All lines in the material containing the word "scale" need to be copied.
::::::::
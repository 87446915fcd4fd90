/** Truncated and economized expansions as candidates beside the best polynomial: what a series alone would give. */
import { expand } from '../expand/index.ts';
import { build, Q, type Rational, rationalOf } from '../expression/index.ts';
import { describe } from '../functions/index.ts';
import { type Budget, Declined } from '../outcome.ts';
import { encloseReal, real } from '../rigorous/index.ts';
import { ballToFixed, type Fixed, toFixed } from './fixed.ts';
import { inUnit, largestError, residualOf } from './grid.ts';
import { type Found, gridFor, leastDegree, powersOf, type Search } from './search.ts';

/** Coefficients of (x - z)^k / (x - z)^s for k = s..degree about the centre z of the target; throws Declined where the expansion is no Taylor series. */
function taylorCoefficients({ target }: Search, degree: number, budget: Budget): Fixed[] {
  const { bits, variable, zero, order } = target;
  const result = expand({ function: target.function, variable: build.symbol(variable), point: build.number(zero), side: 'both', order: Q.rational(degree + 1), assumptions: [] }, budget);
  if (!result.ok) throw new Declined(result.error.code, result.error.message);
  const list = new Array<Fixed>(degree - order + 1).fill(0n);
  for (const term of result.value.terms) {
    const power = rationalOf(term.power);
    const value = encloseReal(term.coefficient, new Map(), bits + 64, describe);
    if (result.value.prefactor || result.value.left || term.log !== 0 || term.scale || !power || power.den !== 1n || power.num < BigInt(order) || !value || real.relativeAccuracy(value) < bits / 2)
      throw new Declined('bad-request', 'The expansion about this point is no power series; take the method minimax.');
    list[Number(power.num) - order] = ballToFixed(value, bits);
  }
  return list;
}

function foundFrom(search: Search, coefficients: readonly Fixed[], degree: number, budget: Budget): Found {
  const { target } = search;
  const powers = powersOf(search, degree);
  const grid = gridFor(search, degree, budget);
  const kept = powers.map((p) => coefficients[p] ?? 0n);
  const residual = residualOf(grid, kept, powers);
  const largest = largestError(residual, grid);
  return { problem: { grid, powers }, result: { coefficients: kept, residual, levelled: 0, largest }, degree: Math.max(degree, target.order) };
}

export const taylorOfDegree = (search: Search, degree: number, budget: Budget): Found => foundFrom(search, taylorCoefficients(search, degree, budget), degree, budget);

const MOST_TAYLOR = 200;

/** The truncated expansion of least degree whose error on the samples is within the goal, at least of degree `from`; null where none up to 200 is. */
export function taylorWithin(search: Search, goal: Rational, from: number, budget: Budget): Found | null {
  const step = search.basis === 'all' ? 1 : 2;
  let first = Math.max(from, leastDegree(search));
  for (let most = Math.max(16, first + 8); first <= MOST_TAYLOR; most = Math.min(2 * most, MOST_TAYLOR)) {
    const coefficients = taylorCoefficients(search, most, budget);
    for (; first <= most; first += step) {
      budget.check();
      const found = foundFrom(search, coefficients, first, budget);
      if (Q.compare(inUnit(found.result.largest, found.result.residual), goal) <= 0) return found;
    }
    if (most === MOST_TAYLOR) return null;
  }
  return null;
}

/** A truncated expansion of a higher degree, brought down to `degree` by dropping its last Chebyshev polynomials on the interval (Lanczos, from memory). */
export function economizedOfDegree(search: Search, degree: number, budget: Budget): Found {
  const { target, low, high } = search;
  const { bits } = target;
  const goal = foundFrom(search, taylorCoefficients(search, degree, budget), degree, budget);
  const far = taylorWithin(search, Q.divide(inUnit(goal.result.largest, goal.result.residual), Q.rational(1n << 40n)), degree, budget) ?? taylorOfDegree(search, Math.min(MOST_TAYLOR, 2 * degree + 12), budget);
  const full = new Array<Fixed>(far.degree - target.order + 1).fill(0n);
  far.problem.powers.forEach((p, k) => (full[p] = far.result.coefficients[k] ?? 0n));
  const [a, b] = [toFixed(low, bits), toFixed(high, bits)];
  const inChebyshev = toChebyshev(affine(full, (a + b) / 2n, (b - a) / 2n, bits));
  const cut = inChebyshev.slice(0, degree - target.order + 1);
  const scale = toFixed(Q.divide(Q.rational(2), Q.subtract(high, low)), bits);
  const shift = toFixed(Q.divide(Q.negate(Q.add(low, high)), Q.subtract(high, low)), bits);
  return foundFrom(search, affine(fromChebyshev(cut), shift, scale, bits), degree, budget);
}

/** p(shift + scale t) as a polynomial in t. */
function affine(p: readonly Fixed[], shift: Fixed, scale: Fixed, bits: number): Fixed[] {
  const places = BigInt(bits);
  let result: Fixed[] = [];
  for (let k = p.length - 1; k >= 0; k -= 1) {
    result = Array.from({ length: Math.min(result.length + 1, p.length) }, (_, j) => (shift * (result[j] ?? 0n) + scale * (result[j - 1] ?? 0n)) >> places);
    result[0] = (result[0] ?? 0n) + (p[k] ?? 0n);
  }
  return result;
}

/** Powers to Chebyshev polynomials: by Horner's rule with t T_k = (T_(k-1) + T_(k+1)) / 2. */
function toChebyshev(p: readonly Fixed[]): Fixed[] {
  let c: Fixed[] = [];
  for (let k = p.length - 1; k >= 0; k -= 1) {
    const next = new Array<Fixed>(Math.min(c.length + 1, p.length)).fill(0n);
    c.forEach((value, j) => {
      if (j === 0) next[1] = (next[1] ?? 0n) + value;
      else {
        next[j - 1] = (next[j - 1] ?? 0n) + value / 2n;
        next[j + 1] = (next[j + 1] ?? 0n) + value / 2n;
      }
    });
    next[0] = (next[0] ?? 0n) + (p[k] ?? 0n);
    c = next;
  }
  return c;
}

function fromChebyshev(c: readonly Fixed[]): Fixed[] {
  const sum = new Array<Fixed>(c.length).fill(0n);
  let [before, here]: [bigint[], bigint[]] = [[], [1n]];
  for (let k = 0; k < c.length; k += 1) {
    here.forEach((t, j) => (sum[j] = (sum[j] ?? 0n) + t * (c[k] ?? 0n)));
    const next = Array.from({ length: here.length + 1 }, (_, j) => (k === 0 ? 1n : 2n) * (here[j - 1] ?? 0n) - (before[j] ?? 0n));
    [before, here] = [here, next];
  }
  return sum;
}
::::::::
> **Result**:
    if (result.value.prefactor || result.value.left || term.log !== 0 || term.scale || !power || power.den !== 1n || power.num < BigInt(order) || !value || real.relativeAccuracy(value) < bits / 2)
  const scale = toFixed(Q.divide(Q.rational(2), Q.subtract(high, low)), bits);
  return foundFrom(search, affine(fromChebyshev(cut), shift, scale, bits), degree, budget);
/** p(shift + scale t) as a polynomial in t. */
function affine(p: readonly Fixed[], shift: Fixed, scale: Fixed, bits: number): Fixed[] {
    result = Array.from({ length: Math.min(result.length + 1, p.length) }, (_, j) => (shift * (result[j] ?? 0n) + scale * (result[j - 1] ?? 0n)) >> places);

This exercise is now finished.